Imbard Apolline, Pasmant Eric, Sabbagh Audrey, Luscan Armelle, Soares Magali, Goussard Philippe, Blanché Hélène, Laurendeau Ingrid, Ferkal Salah, Vidaud Michel, Pinson Stéphane, Bellanne-Chantelot Christine, Vidaud Dominique, Wolkenstein Pierre, Parfait Béatrice
Service de Biochimie-Hormonologie, Hôpital Robert Debré, Assistance Publique-Hôpitaux de Paris, Paris, France.
1] EA7331, Université Paris Descartes, Sorbonne Paris Cité, Faculté des Sciences Pharmaceutiques et Biologiques, Paris, France [2] Service de Biochimie et de Génétique Moléculaire, Hôpital Cochin, Assistance Publique-Hôpitaux de Paris, Paris, France.
J Hum Genet. 2015 Apr;60(4):221-4. doi: 10.1038/jhg.2015.6. Epub 2015 Jan 29.
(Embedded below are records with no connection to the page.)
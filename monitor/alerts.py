"""Alert sinks and the outbox relay that feeds them.

Events reach people only through the outbox (see :mod:`monitor.store.history`): the
period's results, its events and one outbox row per (event, channel) are committed
together; afterwards :func:`relay` reads the due rows of each channel, hands them to
the channel's sink one period at a time, and marks them

* ``sent``;
* ``pending`` after a temporary failure, with ``next_attempt_at`` pushed out by an
  exponential backoff (1 min doubling to 6 h, or the server's ``Retry-After`` when
  longer); the next run, serve tick or sweep tries again once it is due;
* ``dead`` after a permanent failure, or after :data:`MAX_ATTEMPTS` temporary ones. A
  dead letter is logged at ERROR, stored as an ``op_alert_dead`` operational event
  (written to the log channels) and listed by ``segwatch alerts``; ``segwatch alerts
  --retry`` sends it again.

Delivery is at least once. Every event carries its stable ``event_key``; the webhook
sends an ``Idempotency-Key`` header and the mail a ``Message-ID`` derived from the
keys of the batch (stable across retries of the same batch); the log sink skips
lines whose key the file already holds, so a crash between writing and marking never
leaves a line twice. One process at a time delivers a job's alerts: :func:`relay`
holds the job's ``~relay`` lease (see :mod:`monitor.store.ledger`).

What counts as temporary:

========  =====================================================  ============================
sink      temporary (retried)                                     permanent (dead letter)
========  =====================================================  ============================
log       any OS error opening or writing the file                —
webhook   connection errors, timeouts, HTTP 5xx and 429           other 4xx, 3xx (redirects are
                                                                  not followed), TLS certificate
email     SMTP 4xx, disconnects, timeouts, connection errors      SMTP 5xx (RFC 5321), refused
                                                                  recipients (5xx), TLS
                                                                  certificate, no STARTTLS
command   non-zero exit, timeout                                  program not found / not runnable
========  =====================================================  ============================

Email goes out as one digest per job, period and recipient: each recipient is its own
channel (``email:<address>``), so a recipient the server refuses is dead-lettered
alone, and the others are neither blocked nor mailed twice. The ``To:`` header lists
all configured recipients.

Operational events (``op_...``) go to the ``log`` channels only.

A sink is any object with a ``channel`` string (stable across runs: it names the
destination) and ``send(job, period, events)``, raising :class:`DeliveryError`.
"""

from __future__ import annotations

import hashlib
import http.client
import json
import logging
import mmap
import os
import smtplib
import socket
import ssl
import subprocess
import time
import urllib.error
import urllib.request
from dataclasses import dataclass
from datetime import timedelta
from email.message import EmailMessage
from email.utils import formatdate
from html import escape
from pathlib import Path
from typing import Any, Callable, Mapping, Protocol, Sequence

from .clock import Clock
from .config import CommandAlert, EmailAlert, JobConfig, LogAlert, WebhookAlert
from .errors import DeliveryError
from .model import Event
from .store.history import History, is_op
from .store.ledger import RELAY_RESOURCE, Ledger

try:  # POSIX; elsewhere (Windows) the log file is written without an advisory lock
    import fcntl
except ImportError:  # pragma: no cover - exercised by hiding the module in a test
    fcntl = None  # type: ignore[assignment]

log = logging.getLogger(__name__)


#: Temporary failures of one alert before it is dead-lettered anyway.
MAX_ATTEMPTS = 10
#: Backoff between attempts: BASE * 2**(attempts-1), at most CAP (seconds).
BACKOFF_BASE_SECONDS = 60.0
BACKOFF_CAP_SECONDS = 6 * 3600.0
#: How long a ``run`` waits for another process's delivery to finish before leaving its alerts pending.
RELAY_WAIT_SECONDS = 30.0
#: Longest ``Retry-After`` honoured (seconds).
RETRY_AFTER_CAP_SECONDS = 24 * 3600.0


class Sink(Protocol):
    channel: str

    def send(self, job: str, period: str, events: Sequence[Mapping[str, Any]]) -> None: ...


def _line(event: Mapping[str, Any]) -> dict[str, Any]:
    """The contract's alert line: job, period, kind, metric, segment, message, detected_at (+ key, detail)."""
    return {
        "job": event["job"],
        "period": event["period"],
        "kind": event["kind"],
        "metric": event["metric"],
        "segment": event["segment"],
        "message": event["message"],
        "detected_at": event["detected_at"],
        "event_key": event["event_key"],
        "detail": event.get("detail", {}),
    }


def _batch_id(events: Sequence[Mapping[str, Any]]) -> str:
    """A stable id for a batch: the same events give the same id, on every retry."""
    key = "-".join(sorted(e["event_key"] for e in events))
    return hashlib.sha256(key.encode()).hexdigest()[:40]


@dataclass
class LogSink:
    """Appends one JSON object per event per line (JSON Lines) and fsyncs.

    Each batch is written under an exclusive ``flock`` in one ``write`` on a file
    opened with ``O_APPEND``, so two processes writing the same file never interleave
    lines. Under the same lock the file is searched for the batch's event keys and
    lines already present are not written again: a retry after a crash (written, not
    yet marked sent) leaves the file as one delivery would.
    """

    path: Path

    @property
    def channel(self) -> str:
        return f"log:{self.path}"

    def send(self, job: str, period: str | None, events: Sequence[Mapping[str, Any]]) -> None:
        try:
            self.path.parent.mkdir(parents=True, exist_ok=True)
            fd = os.open(self.path, os.O_RDWR | os.O_APPEND | os.O_CREAT, 0o644)
        except OSError as exc:
            raise DeliveryError(f"cannot open alert log {self.path}: {exc.strerror}", temporary=True) from exc
        try:
            if fcntl is not None:
                fcntl.flock(fd, fcntl.LOCK_EX)
            present = _keys_present(fd, [e["event_key"] for e in events])
            data = "".join(json.dumps(_line(e), ensure_ascii=False, default=str) + "\n"
                           for e in events if e["event_key"] not in present)
            if data:
                os.write(fd, data.encode("utf-8"))
                os.fsync(fd)
        except OSError as exc:
            raise DeliveryError(f"cannot write alert log {self.path}: {exc.strerror}", temporary=True) from exc
        finally:
            os.close(fd)
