def test_an_announcement_clears_after_two_quiet_periods(tmp_path):
    job = make_job(tmp_path)
    w = Weeks(job)
    ps = (1e-8, 1e-7, 0.5, 0.6, 0.7, 0.8)
    for i, p in enumerate(ps, start=1):
        w.week(f"2026-W0{i}", [result("m1", p, flags={"A": "high"})] + quiet(*NAMES[1:]))
    # W03's window reaches back to W02 (strong evidence), so it is not quiet; W04 and W05 are
    assert w.kinds("m1", None) == [("2026-W01", "emerged"), ("2026-W05", "cleared")]
    (cleared,) = [e for wk, e in w.events if e.kind == "cleared" and e.segment is None]
    assert "no evidence in 2 periods in a row" in cleared.message
    assert ("2026-W05", "cleared") in w.kinds("m1", "A")


def test_a_segment_flag_is_held_one_period_without_evidence(tmp_path):
    job = make_job(tmp_path)
    w = Weeks(job)
    flags = ({"A": "high"}, {"A": "high"}, {}, {"A": "high"}, {}, {}, {})
    for i, f in enumerate(flags, start=1):
        decided = w.week(f"2026-W0{i}", [result("m1", 1e-9, flags=f)] + quiet(*NAMES[1:]))
        if i == 3:
            assert decided[0].flagged == {"A": "high"} and decided[0].segments[0].held == 1
    assert w.kinds("m1", "A") == [("2026-W01", "emerged"), ("2026-W06", "cleared")]


def test_a_missing_previous_period_is_judged_alone_and_said(tmp_path):
    job = make_job(tmp_path)
    w = Weeks(job)
    w.week("2026-W01", [result("m1", 0.01)] + quiet(*NAMES[1:]))
    # W02 failed and was never stored: W03 must not combine with W01
    decided = w.week("2026-W03", [result("m1", 0.01)] + quiet(*NAMES[1:]), previous_ident="2026-W02")
    assert decided[0].decision.before is None and decided[0].decision.p_before is None
    assert decided[0].decision.evidence == pytest.approx(0.01)
    assert w.kinds() == []


def test_the_level_does_not_loosen_when_other_metrics_truly_differ(tmp_path):
    # four metrics differ strongly every week; under BH a fifth at p = 0.03 is rejected (q = 0.03),
    # under the budget's Bonferroni level it is not
    new, old = Weeks(make_job(tmp_path)), Weeks(make_job(tmp_path, "per_period"))
    for w in (new, old):
        w.week("2026-W01", [result(n, 1e-9) for n in NAMES[:4]] + [result("m5", 0.6)])
    for w in (new, old):
        w.week("2026-W02", [result(n, 1e-9) for n in NAMES[:4]] + [result("m5", 0.03)])
    assert ("2026-W02", "emerged") in old.kinds("m5", None)
    assert new.kinds("m5", None) == []


# ---------------------------------------------------------------- assumption checks


def test_a_check_that_passes_is_never_announced_as_failing(tmp_path):
    # a monthly job with one watched check: the budget's level (1/12) is above the check's own 0.05;
    # two periods at p = 0.08 and 0.07 give evidence 0.026 < 0.083, but the check passes
    job = make_job(tmp_path, metrics=("m1",))
    job = replace(job, period="month")
    w = Weeks(job)
    for i, bf in enumerate((0.08, 0.07, 0.5), start=1):
        w.week(f"2026-0{i}", [result("m1", 0.6, bf=bf)])
    assert w.kinds() == []


def test_assumption_breaks_need_the_evidence_of_the_budget(tmp_path):
    # Brown-Forsythe p = 0.03 in one week: a break at the check's 0.05 under the per-period rule
    new, old = Weeks(make_job(tmp_path)), Weeks(make_job(tmp_path, "per_period"))
    for i, bf in enumerate((0.5, 0.03, 0.6, 0.7), start=1):
        for w in (new, old):
            w.week(f"2026-W0{i}", [result("m1", 0.6, bf=bf)] + quiet(*NAMES[1:]))
    assert old.kinds("m1", None) == [("2026-W02", "assumption_broken"), ("2026-W03", "assumption_restored")]
    assert new.kinds() == []


def test_a_lasting_spread_change_is_announced_and_restored_with_hysteresis(tmp_path):
    job = make_job(tmp_path)
    w = Weeks(job)
    for i, bf in enumerate((0.5, 1e-9, 1e-6, 0.04, 1e-5, 0.5, 0.6, 0.7), start=1):
        w.week(f"2026-W0{i}", [result("m1", 0.6, bf=bf)] + quiet(*NAMES[1:]))
    # restored after two periods in a row in which the check passes (W06, W07); W04's p = 0.04 fails but
    # is no evidence of a change at the level, and does not take the announcement back either
    assert w.kinds("m1", None) == [("2026-W02", "assumption_broken"), ("2026-W07", "assumption_restored")]
    broken = next(e for _, e in w.events if e.kind == "assumption_broken")
    assert broken.detail["check"] == "brown_forsythe" and broken.detail["evidence"] <= broken.detail["level"]
    assert broken.detail["level"] == pytest.approx(1.0 / WEEKS_A_YEAR, rel=1e-12)  # one watched check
Neurofibromatosis type 1 (NF1) is caused by dominant loss-of-function mutations of the tumor suppressor NF1 containing 57 constitutive coding exons. A huge number of different pathogenic NF1 alterations has been reported. The aim of the present study was to evaluate the usefulness of a multiplex ligation-dependent probe amplification (MLPA) approach in NF1 patients to detect single and multi-exon NF1 gene copy number variations. A genotype-phenotype correlation was then performed in NF1 patients carrying these types of genetic alterations. Among 565 NF1 index cases from the French NF1 cohort, single and multi-exon deletions/duplications screening identified NF1 partial deletions/duplications in 22 patients (~4%) using MLPA analysis. Eight single exon deletions, 11 multiple exons deletions, 1 complex rearrangement and 2 duplications were identified. All results were confirmed using a custom array-CGH. MLPA and custom array-CGH allowed the identification of rearrangements that were missed by cDNA/DNA sequencing or microsatellite analysis. We then performed a targeted next-generation sequencing of NF1 that allowed confirmation of all 22 rearrangements. No clear genotype-phenotype correlations were found for the most clinically significant disease features of NF1 in patients with single and multi-exons NF1 gene copy number changes.
1型神经纤维瘤病(NF1)由肿瘤抑制基因NF1的显性功能丧失突变引起,NF1含有57个组成型编码外显子。已报道了大量不同的致病性NF1改变。本研究的目的是评估多重连接依赖探针扩增(MLPA)方法在NF1患者中检测单外显子和多外显子NF1基因拷贝数变异的实用性。然后对携带这些类型基因改变的NF1患者进行基因型-表型相关性分析。在法国NF1队列的565例NF1索引病例中,使用MLPA分析对单外显子和多外显子缺失/重复进行筛查,在22例患者(约4%)中鉴定出NF1部分缺失/重复。鉴定出8个单外显子缺失、11个多外显子缺失、1个复杂重排和2个重复。所有结果均使用定制的阵列比较基因组杂交(array-CGH)进行了确认。MLPA和定制阵列CGH能够鉴定出cDNA/DNA测序或微卫星分析遗漏的重排。然后我们对NF1进行了靶向二代测序,从而确认了所有22种重排。在单外显子和多外显子NF1基因拷贝数改变的患者中,未发现与NF1最具临床意义的疾病特征有明确的基因型-表型相关性。